Excellent work! You have successfully built a TED talk recommender. This recommender works surprisingly well despite being trained only on a small subset of TED talks. In fact, three of the talks recommended by our system is also recommended by the official TED website as talks to watch next after '5 ways to kill your dreams'!

# Beyond n-grams: word embeddings
## Generating word vectors

In this exercise, we will generate the pairwise similarity scores of all the words in a sentence. The sentence is available as sent and has been printed to the console for your convenience.

In [115]:
sent = 'I like apples and oranges'

import spacy
# Load the en_core_web_sm model
nlp = spacy.load('en_core_web_sm')

In [116]:
# Create the doc object
doc = nlp(sent)

# Compute pairwise similarity scores
for token1 in doc:
  for token2 in doc:
    print(token1.text, token2.text, token1.similarity(token2))

I I 1.0
I like 0.19372894
I apples 0.0821518
I and -0.013632407
I oranges 0.049489032


  "__main__", mod_spec)
  "__main__", mod_spec)
  "__main__", mod_spec)
  "__main__", mod_spec)
  "__main__", mod_spec)
  "__main__", mod_spec)
  "__main__", mod_spec)
  "__main__", mod_spec)
  "__main__", mod_spec)
  "__main__", mod_spec)
  "__main__", mod_spec)


like I 0.19372894
like like 1.0
like apples 0.25841203
like and 0.14297311
like oranges 0.12997378
apples I 0.0821518
apples like 0.25841203
apples apples 1.0
apples and -0.04025854
apples oranges 0.61655116
and I -0.013632407
and like 0.14297311
and apples -0.04025854
and and 1.0
and oranges -0.076360986
oranges I 0.049489032
oranges like 0.12997378
oranges apples 0.61655116
oranges and -0.076360986
oranges oranges 1.0


  "__main__", mod_spec)
  "__main__", mod_spec)
  "__main__", mod_spec)
  "__main__", mod_spec)
  "__main__", mod_spec)
  "__main__", mod_spec)
  "__main__", mod_spec)
  "__main__", mod_spec)
  "__main__", mod_spec)


Good job! Notice how the words 'apples' and 'oranges' have the highest pairwaise similarity score. This is expected as they are both fruits and are more related to each other than any other pair of words.

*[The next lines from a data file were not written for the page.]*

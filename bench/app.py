"""What each command-line verb does, as plain functions (the CLI only parses and prints).

Loading and checking happen before anything is written or moved: a bad file stops the command
with one line and exit code 2, and no run folder is created.
"""

from __future__ import annotations

import hashlib
import logging
import sys
from contextlib import ExitStack
from importlib import resources
from pathlib import Path

from bench import __version__
from bench.errors import BenchError, ConfigError, PlanError

__all__ = ["dispatch", "RunInterruptedExit", "demo_bench_path", "prepare", "Prepared"]

log = logging.getLogger("bench.app")


class RunInterruptedExit(BenchError):
    """The run stopped early; the message says how to resume."""

    exit_code = 3


class OperatorStop(RunInterruptedExit):
    """Ctrl-C or SIGTERM during a run: the run is kept and can be resumed."""

    exit_code = 130


def demo_bench_path() -> Path:
    """The demo bench file shipped with the package (used by ``--sim`` without ``--bench``)."""
    return Path(str(resources.files("bench.demo") / "demo-bench.toml"))


def _sha256(path: Path) -> str:
    return hashlib.sha256(path.read_bytes()).hexdigest()


class Prepared:
    """A loaded sequence and bench, a plan, and (with ``--sim``) the running simulated bench."""

    def __init__(self, sequence, sequence_path: Path, bench, bench_path: Path, plan, sim=None) -> None:
        self.sequence = sequence
        self.sequence_path = sequence_path
        self.bench = bench
        self.bench_path = bench_path
        self.plan = plan
        self.sim = sim


def prepare(sequence_path: Path, *, bench_path: Path | None, sim: bool, board: Path | None = None,
            seed: int = 1, realtime: bool = False, faults: list[str] | None = None,
            stack: ExitStack | None = None) -> Prepared:
    """Load and validate everything, start the simulator if asked, and plan. Writes nothing."""
    from bench.benchfile import load_bench
    from bench.station import build_plan
    from bench.sequence import load_sequence

    if faults and not sim:
        raise ConfigError("--fault injects faults into the simulated bench: use it with --sim")
    if board is not None and not sim:
        raise ConfigError("--board chooses the simulated board: use it with --sim")
    sequence = load_sequence(sequence_path)
    if bench_path is None:
        if not sim:
            raise ConfigError("no bench file: give --bench FILE for a real bench, or --sim for the simulated one")
        bench_path = demo_bench_path()
    bench = load_bench(bench_path)
    simulator = None
    if sim:
        from bench.simbench import start_simulated_bench

        simulator, bench = start_simulated_bench(bench, board=board, seed=seed, realtime=realtime,
                                                 faults=faults or [])
        if stack is not None:
            stack.callback(simulator.stop)
    try:
        plan = build_plan(sequence, bench, sequence_dir=Path(sequence_path).parent)
    except PlanError as exc:
        # name the file (and line) the problem is in: the sequence, checked against this bench
        where = str(sequence_path)
        key_path = getattr(exc, "key_path", None)
        if key_path:
            from bench.tomlsource import read_toml

            where += f":{read_toml(sequence_path).line_of(key_path)}"
        raise type(exc)(f"{where} (on bench {bench_path}): {exc}") from None
    return Prepared(sequence, Path(sequence_path), bench, Path(bench_path), plan, simulator)


# --------------------------------------------------------------------------------- verbs

def dispatch(args) -> int:
    verbs = {
        "run": cmd_run, "check": cmd_check, "resume": cmd_resume, "sim": cmd_sim,
        "export": cmd_export, "report": cmd_report, "compare": cmd_compare,
        "instruments": cmd_instruments, "info": cmd_info,
    }
    return verbs[args.verb](args)


def _print_plan(prep: Prepared) -> None:
    from bench.station import profiles_for

    for line in prep.plan.summary_lines():
        print(line)
    ap = profiles_for(prep.bench)["analyzer"]
    print(f"analyzer input: profile {ap.name} assumes damage above {ap.damage_level_dbm:+g} dBm or any DC; "
          "use an attenuator, a DC block and a limiter")
    for w in tuple(prep.sequence.warnings) + tuple(prep.bench.warnings):
        print(f"warning: {w}")


def cmd_check(args) -> int:
    with ExitStack() as stack:
        prep = prepare(args.sequence, bench_path=args.bench, sim=args.sim, board=args.board,
                       seed=args.seed, realtime=args.realtime, stack=stack)
        _print_plan(prep)
        print("check: OK (no instrument was touched)")
    return 0


def cmd_run(args) -> int:
    from bench.cli import SAFETY_LINE
    from bench.runner import execute_new_run

    with ExitStack() as stack:
        prep = prepare(args.sequence, bench_path=args.bench, sim=args.sim, board=args.board,
                       seed=args.seed, realtime=args.realtime, faults=args.fault, stack=stack)
        print(SAFETY_LINE, file=sys.stderr)
        if prep.sim is not None:
            a = prep.sim.addresses
            print(f"simulated bench: analyzer {a['analyzer']}, stage {a['stage']} (also {a['stage_pty']}), "
                  f"mast and turntable {a['mast']}, supply {a['supply']}", file=sys.stderr)
        _print_plan(prep)
        folder = execute_new_run(prep, out_root=args.out, plots=not args.no_plots)
    _print_results(folder)
    print(f"run stored in {folder}")
    return 0


ESTIMATE_LINE = ("This pre-scan is an estimate, not a compliance verdict: defer to the applicable standard, "
                 "an accredited test house and local regulations.")


def _print_results(folder: Path) -> None:
    """The suspects and final readings of a run, as a table on the terminal (and a note)."""
    from rich.console import Console
    from rich.table import Table

    from bench.store import open_run

    run = open_run(folder)
    try:
        results = run.results()
        events = run.events()
        finals = {s["label"] for s in run.manifest().get("steps", []) if s.get("kind") == "final"}
    finally:
        run.close()
    warnings = list(events.loc[events["level"] == "warning", "text"])
    console = Console(width=None if sys.stdout.isatty() else 132)
    # the screen shows what needs attention: suspects, ambient signals and the final readings
    results = results[(results.status != "pass") | (results.step_label.isin(finals))]
    if not results.empty:
        table = Table(title="results (levels corrected through the transducer chain)")
        for col in ("step", "MHz", "level", "detector", "limit", "margin dB", "pol", "height m", "az deg", "status"):
            table.add_column(col, justify="right" if col not in ("step", "detector", "pol", "status") else "left")
        for _, r in results.iterrows():
            table.add_row(r.step_label, f"{r.freq_hz / 1e6:.3f}", _num(r.level, 1), r.detector,
                          _num(r.limit_level, 1), _num(r.margin_db, 1), str(r.polarization or ""),
                          _num(r.height_m, 2), _num(r.azimuth_deg, 0), r.status)
        console.print(table)
    for w in warnings[:10]:
        console.print(f"warning: {w}", markup=False)
    if len(warnings) > 10:
        console.print(f"... {len(warnings) - 10} more warnings in the run's events (report.html)")
    print(ESTIMATE_LINE)


def _num(value, digits: int) -> str:
    try:
        v = float(value)
    except (TypeError, ValueError):
        return ""
    return "" if v != v else f"{v:.{digits}f}"


def cmd_resume(args) -> int:
    from bench.runner import resume_run

    with ExitStack() as stack:
        folder = resume_run(args.run, bench_path=args.bench, sim=args.sim, board=args.board,
                            seed=args.seed, realtime=args.realtime, plots=not args.no_plots, stack=stack)
    print(f"run completed in {folder}")
    return 0


def cmd_sim(args) -> int:
    from bench.simbench import serve_forever

    return serve_forever(port=args.port, board=args.board, seed=args.seed, realtime=args.realtime)


def cmd_export(args) -> int:
    from bench.store import open_run

    run = open_run(args.run)
    files = run.export_csv(args.csv)
    if args.parquet:
        try:
            import pyarrow  # noqa: F401
        except ImportError as exc:
            raise ConfigError("--parquet needs pyarrow: pip install 'emission-bench[parquet]'") from exc
        meta = run.traces()
        path = Path(args.csv) / "traces.parquet"
        meta.to_parquet(path, index=False)
        files.append(path)
    for f in files:
        print(f)
    return 0


def cmd_report(args) -> int:
    from bench import units
    from bench.report import MapViews, write_report
    from bench.store import open_run

    def freq(text: str, option: str) -> float:
        try:
            return units.parse(text, "frequency")
        except ConfigError as exc:
            raise ConfigError(exc.message, key=option) from None

    if args.map_peaks < 0:
        raise ConfigError(f"expected a count >= 0, found {args.map_peaks}", key="--map-peaks")
    bands = tuple((freq(lo, "--map-band"), freq(hi, "--map-band")) for lo, hi in args.map_band)
    if any(lo >= hi for lo, hi in bands):
        raise ConfigError("expected LOW < HIGH", key="--map-band")
    views = MapViews(peaks=args.map_peaks, freqs_hz=tuple(freq(f, "--map-at") for f in args.map_at),
                     bands_hz=bands)
    path = write_report(open_run(args.run), views)
    print(path)
    return 0


def cmd_compare(args) -> int:
    from bench.compare import compare_runs

    path = compare_runs(args.before, args.after, out=args.out)
    print(path)
    return 0


def cmd_instruments(args) -> int:
    from bench.benchfile import load_bench
    from bench.station import identify_all

    with ExitStack() as stack:
        if args.sim:
            from bench.simbench import start_simulated_bench

            bench = load_bench(args.bench or demo_bench_path())
            sim, bench = start_simulated_bench(bench, board=args.board, seed=args.seed, realtime=args.realtime)
            stack.callback(sim.stop)
        elif args.bench:
            bench = load_bench(args.bench)
        else:
            raise ConfigError("instruments: give --bench FILE or --sim")
        failures = 0
        for role, address, reply in identify_all(bench):
            print(f"{role:10s} {address}  {reply}")
            failures += reply.startswith("ERROR")
    return 1 if failures else 0


def cmd_info(args) -> int:
    import importlib.metadata as md

    from bench.drivers.profile import builtin_profiles

    print(f"emission-bench {__version__}, Python {sys.version.split()[0]}")
    for dist in ("numpy", "scipy", "pandas", "matplotlib", "pydantic", "pyvisa", "pyvisa-py", "pyserial",
                 "rich", "tomli-w", "pyarrow"):
        try:
            print(f"  {dist:12s} {md.version(dist)}")
        except md.PackageNotFoundError:
            print(f"  {dist:12s} unavailable" + ("  (optional: Parquet export)" if dist == "pyarrow" else ""))
    print("instrument profiles:")
    for name, desc in builtin_profiles().items():
        print(f"  {name:20s} {desc}")
    try:
        from bench.analysis.limits import list_limits

        print("limit lines:")
        for name in list_limits():
            print(f"  {name}")
    except BenchError as exc:  # pragma: no cover - a broken built-in file
        print(f"limit lines: unavailable ({exc})")
    print("transports:")
    try:
        import pyvisa

        rm = pyvisa.ResourceManager("@py")
        print(f"  VISA (pyvisa-py): available, backend {rm.visalib}")
        rm.close()
    except Exception as exc:  # noqa: BLE001 - info must report, not crash
        print(f"  VISA (pyvisa-py): unavailable ({exc})")
    try:
        import serial

        print(f"  serial (pyserial {serial.VERSION}): available (device paths, socket://, loop://)")
    except ImportError as exc:
        print(f"  serial: unavailable ({exc})")
    return 0
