def spectrum_png(path, freq_hz, level, *, unit: str, title: str, ambient=None, limits=None,
                 suspects=None, extra_traces=None, log_freq: bool = True, label_worst: int = 3) -> Path:
    """Spectrum on a log-frequency axis (MHz) with limit lines, ambient and suspects.

    Parameters
    ----------
    path : str or pathlib.Path
        PNG file to write.
    freq_hz, level : array_like
        Spectrum: frequencies in Hz and levels in ``unit``.
    unit : str
        Level unit (``"dbuv_per_m"``, ``"dbua_per_m"``, ``"dbuv"``).
    title : str
        Figure title.
    ambient : (array_like, array_like), optional
        Ambient reference (Hz, level in ``unit``), drawn beneath.
    limits : bench.analysis.limits.LimitSet, optional
        One line per detector, drawn over the spectrum's range.
    suspects : pandas.DataFrame, optional
        Rows with ``freq_hz``, ``level``, ``status``; one marker shape per status.
    extra_traces : list of (freq_hz, level, label), optional
        More traces to overlay.
    log_freq : bool
        Log-frequency axis (a wide sweep); False for a narrow zoom around one emission.
    label_worst : int
        Write the margin beside this many suspects with the lowest margin (``margin_db``).

    Returns
    -------
    pathlib.Path
        The written file.
    """
    freq = np.asarray(freq_hz, float)
    if freq.size < 2:
        raise AnalysisError(f"expected a spectrum of at least 2 points, found {freq.size}")
    lo_hz, hi_hz = float(np.nanmin(freq)), float(np.nanmax(freq))
    fig = Figure(figsize=(10, 5), dpi=100)
    ax = fig.add_subplot()
    if ambient is not None:
        fa, la = _envelope(*ambient)
        ax.plot(fa / 1e6, la, color="#9e9e9e", lw=0.7, label="ambient (EUT off)")
    f, v = _envelope(freq, level)
    ax.plot(f / 1e6, v, color="#21618c", lw=0.8, label="measured")
    for i, (fx, lx, name) in enumerate(extra_traces or []):
        fe, le = _envelope(fx, lx)
        ax.plot(fe / 1e6, le, lw=0.8, color=("#35b779", "#fde725", "#440154")[i % 3], label=name)
    if limits is not None:
        _draw_limits(ax, limits, lo_hz, hi_hz)
    if suspects is not None and len(suspects):
        _draw_suspects(ax, suspects)
        _label_margins(ax, suspects, label_worst)
    if log_freq:
        _log_freq_axes(ax, lo_hz, hi_hz, unit)
    else:
        _linear_freq_axes(ax, lo_hz, hi_hz, unit)
    ax.set_title(title)
    # below the axes: a legend inside would hide the spectrum it explains
    ax.legend(loc="upper center", bbox_to_anchor=(0.5, -0.13), ncol=4, fontsize=8, frameon=False)
    fig.tight_layout()
    return _save(fig, path)


def _label_margins(ax, suspects, count: int) -> None:
    """The margin in dB beside the ``count`` markers with the lowest margin."""
    if "margin_db" not in suspects or count <= 0:
        return
    rows = suspects.dropna(subset=["margin_db"])
    rows = rows[~rows["status"].astype(str).str.contains("ambient")]  # ambient margins mean nothing
    worst = rows.nsmallest(count, "margin_db")
    for _, row in worst.iterrows():
        ax.annotate(f"{row['margin_db']:+.1f} dB", (row["freq_hz"] / 1e6, row["level"]),
                    textcoords="offset points", xytext=(4, 6), fontsize=8, color="#b2182b")


def _linear_freq_axes(ax, lo_hz: float, hi_hz: float, unit: str) -> None:
    ax.set_xlim(lo_hz / 1e6, hi_hz / 1e6)
    ax.xaxis.set_major_formatter(FuncFormatter(lambda v, _: f"{v:.3f}"))
    ax.set_xlabel("frequency (MHz)")
    ax.set_ylabel(f"level ({_unit_text(unit)})")
    ax.grid(True, alpha=0.4)


def comparison_png(path, before, after, delta, *, unit: str, title: str, limits=None) -> Path:
    """Two panels: before and after spectra overlaid, and after-minus-before in dB.

    Parameters
    ----------
    path : str or pathlib.Path
        PNG file to write.
    before, after, delta : (array_like, array_like)
        (freq_hz, level) pairs; ``delta`` in dB.
    unit : str
        Unit of ``before`` and ``after``.
    title : str
        Figure title.
    limits : LimitSet, optional
        Limit lines for the upper panel.
    """
    lo_hz = float(min(np.nanmin(before[0]), np.nanmin(after[0])))
    hi_hz = float(max(np.nanmax(before[0]), np.nanmax(after[0])))
    fig = Figure(figsize=(10, 7), dpi=100)
    top, bottom = fig.subplots(2, 1, sharex=True, height_ratios=(3, 2))
    for (f, v), name, colour in ((before, "before", "#9e9e9e"), (after, "after", "#21618c")):
        fe, ve = _envelope(f, v)
        top.plot(fe / 1e6, ve, lw=0.8, color=colour, label=name)
    if limits is not None:
        _draw_limits(top, limits, lo_hz, hi_hz)
    _log_freq_axes(top, lo_hz, hi_hz, unit)
    top.set_xlabel("")
    top.legend(loc="best", fontsize=8)
    top.set_title(title)
    fd, vd = _envelope(*delta)
    bottom.plot(fd / 1e6, vd, lw=0.8, color="#5e3c99")
    bottom.axhline(0.0, color="k", lw=0.8)
    _log_freq_axes(bottom, lo_hz, hi_hz, "db")
    bottom.set_ylabel("after - before (dB)")
    fig.tight_layout()
    return _save(fig, path)


# ----------------------------------------------------------------------------- photo registration


def photo_transform(pixel_xy, board_m, *, image_y_down: bool = True) -> np.ndarray:
    """Affine map from photo pixels to board metres, from reference points.

    Parameters
    ----------
    pixel_xy : array_like, shape (n, 2)
        Reference points in the photo: (column, row) in pixels.
    board_m : array_like, shape (n, 2)
        The same points in board coordinates, metres.
    image_y_down : bool
        Pixel rows grow downwards while board y grows upwards, so with two points the
        similarity is fitted to (column, -row); set False for pixel axes already right-handed.
        Three or more points fit a general affine map, which absorbs the flip itself.

    Returns
    -------
    numpy.ndarray, shape (2, 3)
        ``M`` with ``board = M[:, :2] @ pixel + M[:, 2]``.

    Notes
    -----
    Two points fix a similarity exactly: with points as complex numbers, board = a*p + b,
    a = (w2 - w1)/(z2 - z1) (a = s*exp(j*theta)), b = w1 - a*z1. Three or more points: the
    affine map minimising the squared residuals (``numpy.linalg.lstsq``).
    """
    pix = np.asarray(pixel_xy, float)
    brd = np.asarray(board_m, float)
    if pix.ndim != 2 or pix.shape[1] != 2 or pix.shape != brd.shape or len(pix) < 2:
        raise AnalysisError(f"expected two or more (pixel, board) point pairs, found shapes "
                            f"{pix.shape} and {brd.shape}")
    if len(pix) == 2:
        return _similarity(pix, brd, flip=-1.0 if image_y_down else 1.0)
    design = np.column_stack([pix, np.ones(len(pix))])
    solution, _, rank, _ = np.linalg.lstsq(design, brd, rcond=None)
    if rank < 3:
        raise AnalysisError("photo reference points are collinear: an affine fit needs three "
                            "points not on one line")
    return solution.T
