"""Physics the analysis and the simulated bench rely on: pure functions, SI units.

Conventions (docs/physics.md): phasors use e^{+jwt}; a complex field or voltage is the
**peak** phasor; dB(uV) = 20*log10(V / 1 uV); a line shown by an analyzer is the RMS value
(peak / sqrt(2)).

Contents, with the source each follows (derivations in docs/physics.md):

* wavelength, field-region boundaries (Balanis, *Antenna Theory* 3rd ed., ch. 2, field
  regions; Ott for lambda/2pi), free-space path loss (Friis transmission equation) and antenna
  factor from gain (derived from the effective aperture lambda^2*G/(4*pi));
* exact wave impedance of ideal electric and magnetic dipoles (derived from the dipole fields);
* full fields (near and far terms) of a Hertzian electric dipole (Balanis eq. 4-8, 4-10) and of
  a small loop / magnetic dipole (Balanis eq. 5-18) for any position and moment direction, and
  their images in a perfectly conducting plane (image method);
* near-field probe transfer: H loop (Faraday's law) and short E stub (derived);
* Biot-Savart closed forms used as oracles (textbook magnetostatics);
* trapezoidal clock spectrum and its envelope (Paul, *Introduction to Electromagnetic
  Compatibility* 2nd ed., ch. 3);
* Gaussian RBW filter relations (derived) and displayed average noise level (kT0 + NF + 10
  log10 RBW, derived).
"""

from __future__ import annotations

import math

import numpy as np

from bench.units import C0_M_PER_S, ETA0_OHM, MU0_H_PER_M

__all__ = [
    "BOLTZMANN_J_PER_K",
    "KT0_DBM_PER_HZ",
    "wavelength_m",
    "reactive_near_field_m",
    "fraunhofer_distance_m",
    "small_source_boundary_m",
    "free_space_path_loss_db",
    "antenna_factor_db_from_gain",
    "antenna_factor_constant_db",
    "wave_impedance_electric_ohm",
    "wave_impedance_magnetic_ohm",
    "electric_dipole_field",
    "magnetic_dipole_field",
    "dipole_field",
    "image_source",
    "dipole_field_over_ground",
    "loop_probe_voltage",
    "loop_inductance_h",
    "e_probe_voltage",
    "loop_axis_h_a_per_m",
    "straight_wire_h_a_per_m",
    "trace_over_plane_h_a_per_m",
    "trapezoid_harmonics",
    "trapezoid_corner_frequencies_hz",
    "trapezoid_envelope_v",
    "gaussian_rbw_attenuation_db",
    "b6_from_b3",
    "b3_from_b6",
    "enbw_hz",
    "impulse_bandwidth_hz",
    "danl_dbm",
    "peak_to_dbm",
]

#: Boltzmann constant, exact since the 2019 SI redefinition.
BOLTZMANN_J_PER_K = 1.380649e-23
#: kT at the reference temperature 290 K in dBm/Hz: -173.98 (derived from the exact k).
KT0_DBM_PER_HZ = 10.0 * math.log10(BOLTZMANN_J_PER_K * 290.0 / 1e-3)


# ---------------------------------------------------------------------------------------------
# Wavelength, regions, path loss, antenna factor (Balanis ch. 2; Friis; docs/physics.md 1, 2, 6)
# ---------------------------------------------------------------------------------------------

def wavelength_m(freq_hz):
    """Free-space wavelength lambda = c / f, metres (freq_hz > 0)."""
    return _scalar_or_array(C0_M_PER_S / np.asarray(freq_hz, dtype=float))


def reactive_near_field_m(d_m, freq_hz):
    """Outer edge of the reactive near field, 0.62*sqrt(D^3/lambda), metres.

    Balanis, *Antenna Theory* 3rd ed., ch. 2, field regions.

    Parameters
    ----------
    d_m : float or array
        Largest dimension D of the antenna, metres.
    freq_hz : float or array
        Frequency, Hz.
    """
    return _scalar_or_array(0.62 * np.sqrt(np.asarray(d_m, dtype=float) ** 3 / wavelength_m(freq_hz)))


def fraunhofer_distance_m(d_m, freq_hz):
    """Far-field (Fraunhofer) distance 2*D^2/lambda, metres (Balanis ch. 2, field regions)."""
    return _scalar_or_array(2.0 * np.asarray(d_m, dtype=float) ** 2 / wavelength_m(freq_hz))


def small_source_boundary_m(freq_hz):
    """Near/far transition of a small source, lambda / (2*pi) (kr = 1), metres (Ott)."""
    return _scalar_or_array(np.asarray(wavelength_m(freq_hz)) / (2.0 * np.pi))


def free_space_path_loss_db(distance_m, freq_hz):
    """Free-space path loss 20*log10(4*pi*d*f/c), dB (Friis equation, isotropic antennas)."""
    d = np.asarray(distance_m, dtype=float)
    return _scalar_or_array(20.0 * np.log10(4.0 * np.pi * d * np.asarray(freq_hz, dtype=float) / C0_M_PER_S))


def antenna_factor_constant_db(load_ohm: float = 50.0) -> float:
    """Constant K in AF(dB/m) = 20*log10(f/MHz) - G(dBi) - K; 29.774 dB for 50 ohm.

    From AF = sqrt(4*pi*eta0/R) / (lambda*sqrt(G)) (derived in docs/physics.md, section 6:
    9.73 = sqrt(4*pi*eta0/50)):
    K = 20*log10(c / 1 MHz) - 20*log10(sqrt(4*pi*eta0/R)).
    """
    return 20.0 * math.log10(C0_M_PER_S / 1e6) - 10.0 * math.log10(4.0 * math.pi * ETA0_OHM / load_ohm)


def antenna_factor_db_from_gain(freq_hz, gain_dbi, load_ohm: float = 50.0):
    """Antenna factor of a matched, co-polarized antenna in its far field, dB(1/m).

    Derived in docs/physics.md, section 6.

    AF = E / V = sqrt(4*pi*eta0/R) / (lambda*sqrt(G)).

    Parameters
    ----------
    freq_hz : float or array
        Frequency, Hz.
    gain_dbi : float or array
        Realized gain, dBi.
    load_ohm : float
        Receiver input impedance, ohm.

    Returns
    -------
    float or ndarray
        AF in dB(1/m): E(dBuV/m) = V(dBuV) + AF.
    """
    f_mhz = np.asarray(freq_hz, dtype=float) / 1e6
    return _scalar_or_array(20.0 * np.log10(f_mhz) - np.asarray(gain_dbi, dtype=float)
                            - antenna_factor_constant_db(load_ohm))


# ---------------------------------------------------------------------------------------------
# Wave impedance (derived from Balanis eq. 4-8, 4-10 and 5-18; docs/physics.md, section 3)
# ---------------------------------------------------------------------------------------------

def wave_impedance_electric_ohm(kr):
    """|E_theta / H_phi| of a Hertzian dipole at theta = 90 deg, ohm (derived; docs/physics.md 3).

    eta0*sqrt(1 - x^2 + x^4) / (x*sqrt(1 + x^2)) with x = kr; tends to eta0/(kr) close in.
    """
    x = np.asarray(kr, dtype=float)
    return ETA0_OHM * np.sqrt(1.0 - x**2 + x**4) / (x * np.sqrt(1.0 + x**2))


def wave_impedance_magnetic_ohm(kr):
    """|E_phi / H_theta| of a small loop at theta = 90 deg, ohm (derived); eta0^2 / Z_E."""
    x = np.asarray(kr, dtype=float)
    return ETA0_OHM * x * np.sqrt(1.0 + x**2) / np.sqrt(1.0 - x**2 + x**4)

## Computing similarity of Pink Floyd songs

In this final exercise, you have been given lyrics of three songs by the British band Pink Floyd, namely 'High Hopes', 'Hey You' and 'Mother'. The lyrics to these songs are available as hopes, hey and mother respectively.

Your task is to compute the pairwise similarity between mother and hopes, and mother and hey.

- Create Doc objects for mother, hopes and hey.
- Compute the similarity between mother and hopes.
- Compute the similarity between mother and hey.

Excellent work! Notice that 'Mother' and 'Hey You' have a similarity score of 0.9 whereas 'Mother' and 'High Hopes' has a score of only 0.6. This is probably because 'Mother' and 'Hey You' were both songs from the same album 'The Wall' and were penned by Roger Waters. On the other hand, 'High Hopes' was a part of the album 'Division Bell' with lyrics by David Gilmour and his wife, Penny Samson. Treat yourself by listening to these songs. They're some of the best!